Don’t forget, we want to prioritise the biggest value audiences first – so that typically means targeting as many users as possible, rather than segmenting or personalising too soon.

Areas

In much the same way as audiences, we can prioritise the areas – the key content that the user interacts with.

For example, identify the key pages on the website (homepage, listings page, product page, etc) and score them on:

  • Volume – the monthly unique visitors for the area.
  • Value – the revenue or profit from the area.
  • Potential – the likelihood that you’ll be able to improve the area’s performance. (Now’s a good time to use your quantitative and qualitative research to inform this scoring.)

(It might sound like we’re falling into the trap of other prioritisation models: asking you to estimate potential, which can be subjective. But, in our experience, people are more likely to score an area objectively, rather than an experiment that they created and are passionate about.)

Also, this approach doesn’t need to be limited to your website. You can apply it to any other touchpoint in the user journey too – including offline. Your cart abandonment email, customer calls and Facebook ads can (and should) be used in this framework.

If your KPI is profit, you may want to include offline content like returns labels in prioritisation model.
If your KPI is profit, you may want to include offline content like returns labels in prioritisation model.

Levers

As above, levers are defined as the key factors or themes that you think affect an audience’s motivation or ability to convert on a specific area.

These might be themes like pricing, trust, delivery, returns, form usability, and so on. (Take another look at the experimentation framework to see why it’s important to separate the lever from the execution.)

When you’re starting to experiment, it’s hard to prioritise your levers – you won’t know what will work and what won’t.

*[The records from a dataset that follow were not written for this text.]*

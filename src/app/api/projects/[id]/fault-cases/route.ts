import { db } from "@/db";
import { recordAudit } from "@/db/queries/audit";
import { faultCases } from "@/db/schema";
import { route } from "@/lib/auth/guard";
import { json, parseBody } from "@/lib/http";
import { loadWritableProject } from "@/lib/projects/projects";
import { anyFaultCaseSchema } from "@/lib/projects/schema";
import { faultCaseColumns } from "@/lib/projects/write";

/** POST /api/projects/:id/fault-cases: a named pulse the design must survive (typed, or from a pulse builder). */
export const POST = route<{ id: string }>({ action: "project.write" }, async (req, caller, { id }) => {
  const project = await loadWritableProject(caller, id);
  const values = await parseBody(req, anyFaultCaseSchema);
  const faultCase = await db.transaction(async (tx) => {
    const [row] = await tx
      .insert(faultCases)
      .values({ ...faultCaseColumns(values), projectId: project.id, createdBy: caller.user.id })
      .returning();
    await recordAudit(
      {
        workspaceId: caller.workspaceId,
        actorId: caller.user.id,
        action: "fault-case.created",
        subjectType: "project",
        subjectId: project.id,
        details: { faultCaseId: row.id, name: row.name, builder: values.origin?.builder ?? null },
      },
      tx,
    );
    return row;
  });
  return json({ faultCase }, { status: 201 });
});
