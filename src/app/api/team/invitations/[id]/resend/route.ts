import { getPendingInvitation } from "@/db/queries/invitations";
import { route } from "@/lib/auth/guard";
import { sendInvitation } from "@/lib/auth/invite";
import { AppError } from "@/lib/errors";
import { json } from "@/lib/http";

/** POST /api/team/invitations/:id/resend: a fresh link (7 more days); the old link stops working. */
export const POST = route<{ id: string }>({ action: "member.invite" }, async (_req, caller, { id }) => {
  const old = await getPendingInvitation({ workspaceId: caller.workspaceId, id });
  if (!old) throw new AppError("not_found:invitation", "No such pending invitation.");
  const invitation = await sendInvitation(caller, { email: old.email, role: old.role, replaceId: old.id });
  return json({ invitation }, { status: 201 });
});
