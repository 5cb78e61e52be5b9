import { route } from "@/lib/auth/guard";
import { loadDecision } from "@/lib/projects/decisions";
import { loadProject } from "@/lib/projects/projects";
import { decisionCsv } from "@/lib/report/decision-csv";
import { downloadName } from "@/lib/report/file-name";

/** GET /api/projects/:id/decisions/:decisionId/csv: the decision's frozen evaluation as CSV, in rank order. */
export const GET = route<{ id: string; decisionId: string }>(
  { action: "workspace.read" },
  async (_req, caller, { id, decisionId }) => {
    const project = await loadProject(caller, id);
    const decision = await loadDecision(project.id, decisionId);
    const snapshot = decision.snapshot;
    return new Response(decisionCsv(snapshot), {
      headers: {
        "content-type": "text/csv; charset=utf-8",
        "content-disposition": `attachment; filename="${downloadName(snapshot.project.name, decision.signedAt, "csv")}"`,
        "cache-control": "no-store",
      },
    });
  },
);
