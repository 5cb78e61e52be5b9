// Long file: every account flow (sign-up, sign-in, invitations, reset, tokens, secrets) on the same handlers and fixtures.
// The account flows end to end through the real route handlers, PostgreSQL and the mail fake.
import { eq } from "drizzle-orm";
import { afterAll, afterEach, beforeEach, describe, expect, it } from "vitest";
import { apiTokens, invitations, memberships, sessions, users } from "@/db/schema";
import { smallCheckRequest } from "@/test/check-request";
import {
  call,
  cookiePair,
  createTestWorkspace,
  deleteWorkspace,
  sessionCookie,
  type TestWorkspace,
  testDb,
  testPassword,
} from "@/test/fixtures";
import { waitForMail, waitForMails } from "@/test/services";
import { POST as changePassword } from "../account/password/route";
import { DELETE as revokeToken } from "../account/tokens/[id]/route";
import { POST as createToken, GET as listTokens } from "../account/tokens/route";
import { GET as health } from "../health/route";
import { POST as acceptInvitation } from "../invitations/accept/route";
import { POST as invite, GET as listInvitations } from "../team/invitations/route";
import { POST as checkPost } from "../v1/check/route";
import { POST as forgotPassword } from "./forgot-password/route";
import { POST as resetPassword } from "./reset-password/route";
import { POST as signIn } from "./sign-in/route";
import { POST as signOutEverywhere } from "./sign-out-everywhere/route";
import { POST as confirmSignUp } from "./sign-up/confirm/route";
import { POST as signUp } from "./sign-up/route";

const unique = () => crypto.randomUUID().slice(0, 8);
const linkToken = (text: string, path: string) =>
  new RegExp(`${path}/([A-Za-z0-9_-]+)`).exec(text)?.[1] ?? "";

/** The latest e-mail to `address` whose subject matches (the fake stores mail asynchronously). */
async function mailTo(address: string, subject: RegExp) {
  return (await waitForMails(address, 1, { subject })).at(-1)!;
}

/** Each test gets its own workspace (one member of each role, all on `testPassword`), so none sees another's changes. */
let ws: TestWorkspace;
beforeEach(async () => {
  ws = await createTestWorkspace("Flows");
});
afterEach(async () => {
  await deleteWorkspace(ws.id);
});
afterAll(async () => {
  await testDb.sql.end();
});

/** Signs up a new address and confirms it by the e-mailed link; returns the address and the confirm response. */
async function signUpAndConfirm(label: string) {
  const email = `${label}-${unique()}@example.test`;
  const body = { name: "Mara Quill", email, password: testPassword, workspaceName: "Quill Bench Lab" };
  const requested = await call(signUp, "POST", { body });
  const token = linkToken((await mailTo(email, /Finish creating/)).text, "/sign-up/confirm");
  const confirmed = await call(confirmSignUp, "POST", { body: { token } });
  return { email, body, requested, confirmed, token };
}

describe("sign-up and sign-in", () => {
  it("answers a new address and one with an account alike, and creates the account only by the e-mailed link", async () => {
    const email = `founder-${unique()}@example.test`;
    const body = { name: "Mara Quill", email, password: testPassword, workspaceName: "Quill Bench Lab" };
    const fresh = await call(signUp, "POST", { body });
    expect(fresh.status).toBe(202);
    expect(fresh.headers.get("set-cookie")).toBeNull();
    const freshBody = await fresh.text();
    expect(await testDb.db.select().from(users).where(eq(users.email, email))).toHaveLength(0);

    const token = linkToken((await mailTo(email, /Finish creating/)).text, "/sign-up/confirm");
    const confirmed = await call(confirmSignUp, "POST", { body: { token } });
    expect(confirmed.status).toBe(201);
    const cookie = cookiePair(confirmed.headers.get("set-cookie")!);
    expect(confirmed.headers.get("set-cookie")).toMatch(/HttpOnly/i);
    expect(confirmed.headers.get("set-cookie")).toMatch(/SameSite=Lax/i);
    const tokens = await call(listTokens, "GET", { cookie });
    expect(tokens.status).toBe(200);
    expect((await call(confirmSignUp, "POST", { body: { token } })).status).toBe(404);
    const [created] = await testDb.db.select().from(users).where(eq(users.email, email));
    const founded = await testDb.db.select().from(memberships).where(eq(memberships.userId, created.id));
    expect(founded.map((m) => [m.role, m.leadRights])).toEqual([["admin", true]]);

    // The same address again: the same status and body, no session, no second account or workspace; the owner
    // is told by e-mail, with a reset link that works.
    const again = await call(signUp, "POST", { body: { ...body, workspaceName: "Other" } });
    expect(again.status).toBe(202);
    expect(again.headers.get("set-cookie")).toBeNull();
    expect(await again.text()).toBe(freshBody);
    expect(await testDb.db.select().from(users).where(eq(users.email, email))).toHaveLength(1);
    expect(await testDb.db.select().from(memberships).where(eq(memberships.userId, created.id))).toHaveLength(
      1,
    );
    const told = await mailTo(email, /tried to sign up/);
    const resetToken = linkToken(told.text, "/reset-password");
    expect(told.text).not.toContain("/sign-up/confirm/");
    expect(
      (await call(resetPassword, "POST", { body: { token: resetToken, password: "after a sign-up try" } }))
        .status,
    ).toBe(200);
  });

  it("names the invalid fields of a sign-up", async () => {
    const res = await call(signUp, "POST", {
      body: { name: "", email: "not-an-address", password: "short" },
    });
    expect(res.status).toBe(400);
    const body = await res.json();
    expect(Object.keys(body.error.details.fieldErrors).sort()).toEqual([
      "email",
      "name",
      "password",
      "workspaceName",
    ]);
  });

  it("answers the 6th failed sign-in within 15 minutes with 429 and Retry-After", async () => {
    const ip = `10.${unique().length}.0.${Math.floor(Math.random() * 250)}-${unique()}`;
    const headers = { "x-forwarded-for": ip };
    for (let k = 0; k < 5; k++) {
      const res = await call(signIn, "POST", {
        body: { email: ws.members.engineer.email, password: "wrong" },
        headers,
      });
      expect(res.status).toBe(401);
    }
    const sixth = await call(signIn, "POST", {
      body: { email: ws.members.engineer.email, password: testPassword },
      headers,
    });
    expect(sixth.status).toBe(429);
    const retryAfter = Number(sixth.headers.get("retry-after"));
    expect(retryAfter).toBeGreaterThan(800);
    expect(retryAfter).toBeLessThanOrEqual(900);
  });

  it("without a proxy's client address, one person's failures do not lock out another", async () => {
    for (let k = 0; k < 6; k++) {
      await call(signIn, "POST", {
        body: { email: `victim-${unique()}@example.test`, password: "wrong" },
      });
      await call(signIn, "POST", { body: { email: ws.members.admin.email, password: "wrong guess" } });
    }
    const other = await call(signIn, "POST", {
      body: { email: ws.members.lead.email, password: testPassword },
    });
    // Without a trusted client address the throttle keys on the account alone: the lead's right password works.
    expect(other.status).toBe(200);
    const locked = await call(signIn, "POST", {
      body: { email: ws.members.admin.email, password: testPassword },
    });
    expect(locked.status).toBe(429);
  });

  it("signs in with the right password", async () => {
    const res = await call(signIn, "POST", {
      body: { email: ws.members.technician.email, password: testPassword },
      headers: { "x-forwarded-for": `ip-${unique()}` },
    });
    expect(res.status).toBe(200);
    expect(res.headers.get("set-cookie")).toMatch(/^pulsefence_session=/);
  });
});

describe("invitations", () => {
  it("e-mails a link that works once, and never after expiry", async () => {
    const admin = await sessionCookie(ws.members.admin.id, ws.id);
    const email = `new-tech-${unique()}@example.test`;
    const res = await call(invite, "POST", { cookie: admin, body: { email, role: "technician" } });
    expect(res.status).toBe(201);
    const mail = await waitForMail(email);
    expect(mail.subject).toContain(ws.name);
    const token = linkToken(mail.text, "/invite");
    expect(token.length).toBeGreaterThan(20);
    const listed = await call(listInvitations, "GET", { cookie: admin });
    expect((await listed.json()).invitations.map((i: { email: string }) => i.email)).toContain(email);

    const accepted = await call(acceptInvitation, "POST", {
      body: { token, name: "Ivo Brandt", password: testPassword },
    });
    expect(accepted.status).toBe(200);
    const second = await call(acceptInvitation, "POST", {
      body: { token, name: "Ivo Brandt", password: testPassword },
    });
    expect(second.status).toBe(404);

    const late = `late-${unique()}@example.test`;
    await call(invite, "POST", { cookie: admin, body: { email: late, role: "engineer" } });
    const lateToken = linkToken((await waitForMail(late)).text, "/invite");
    await testDb.db
      .update(invitations)
      .set({ expiresAt: new Date(Date.now() - 1000) })
      .where(eq(invitations.email, late));
    const expired = await call(acceptInvitation, "POST", {
      body: { token: lateToken, name: "Late", password: testPassword },
    });
    expect(expired.status).toBe(404);
  });

  it("keeps one open invitation per address: a second invitation replaces the first", async () => {
    const admin = await sessionCookie(ws.members.admin.id, ws.id);
    const email = `twice-${unique()}@example.test`;
    await call(invite, "POST", { cookie: admin, body: { email, role: "technician" } });
    await call(invite, "POST", { cookie: admin, body: { email, role: "engineer" } });
    const listed = await (await call(listInvitations, "GET", { cookie: admin })).json();
    const mine = listed.invitations.filter((i: { email: string }) => i.email === email);
    expect(mine).toHaveLength(1);
    expect(mine[0].role).toBe("engineer");
  });

  it("refuses a lead handing out the admin role, and a technician inviting at all", async () => {
    const lead = await sessionCookie(ws.members.lead.id, ws.id);
    const res = await call(invite, "POST", {
      cookie: lead,
      body: { email: `x-${unique()}@example.test`, role: "admin" },
    });
    expect(res.status).toBe(403);
    const tech = await sessionCookie(ws.members.technician.id, ws.id);
    const denied = await call(invite, "POST", {
      cookie: tech,
      body: { email: `y-${unique()}@example.test`, role: "technician" },
    });
    expect(denied.status).toBe(403);
  });
});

That’s why you can prioritise them on either:

  • Confidence – a simple score to reflect the quantitative and qualitative research that supports the lever. If every research method shows trust as a major concern for your users, it should score higher than another lever that only appears occasionally.
  • Win rate – If you have run experiments on this lever in the past, what was their win rate? It’s normally a good indicator of future success.

Of course, if you’re starting experimentation, you won’t have a win rate to rely on (so estimating the confidence is a fantastic start).

But if you’ve got a good history of experimentation – and you’ve run the experiments correctly, and focused them on a single lever – then you should use this data to inform your prioritisation here.

Again, the more we experiment, the more accurate this gets – so don’t obsess over every detail. (After all, it’s possible that a valid lever may have a low win rate simply because of a couple of experiments with poor creative.)  

Putting this all together, you can now start to prioritise the audiences, areas and levers that should be focused on:

As you can see, we haven’t even started to think about concepts and execution – but we have a strong foundation for our prioritisation.

Concepts: Getting the right ideas

After defining the strategy, you can now run structured ideation around the KPIs, audiences, areas and levers that you’ve defined.

This creates the ideal structure for ideation.

Rather than starting with, “What do we want to test?” or “How can we improve product pages?”, we’re instead focusing on the core hypotheses that we want to validate:

  • How can we improve the perception of pricing on product pages for new customers?
  • How can we overcome concerns around delivery in the basket for all users?
  • And so on.

This structured ideation around a single hypothesis generates far better ideas – and means you’re less susceptible to the tendency to throw everything into a single experiment (and not knowing which part caused the positive/negative result afterwards).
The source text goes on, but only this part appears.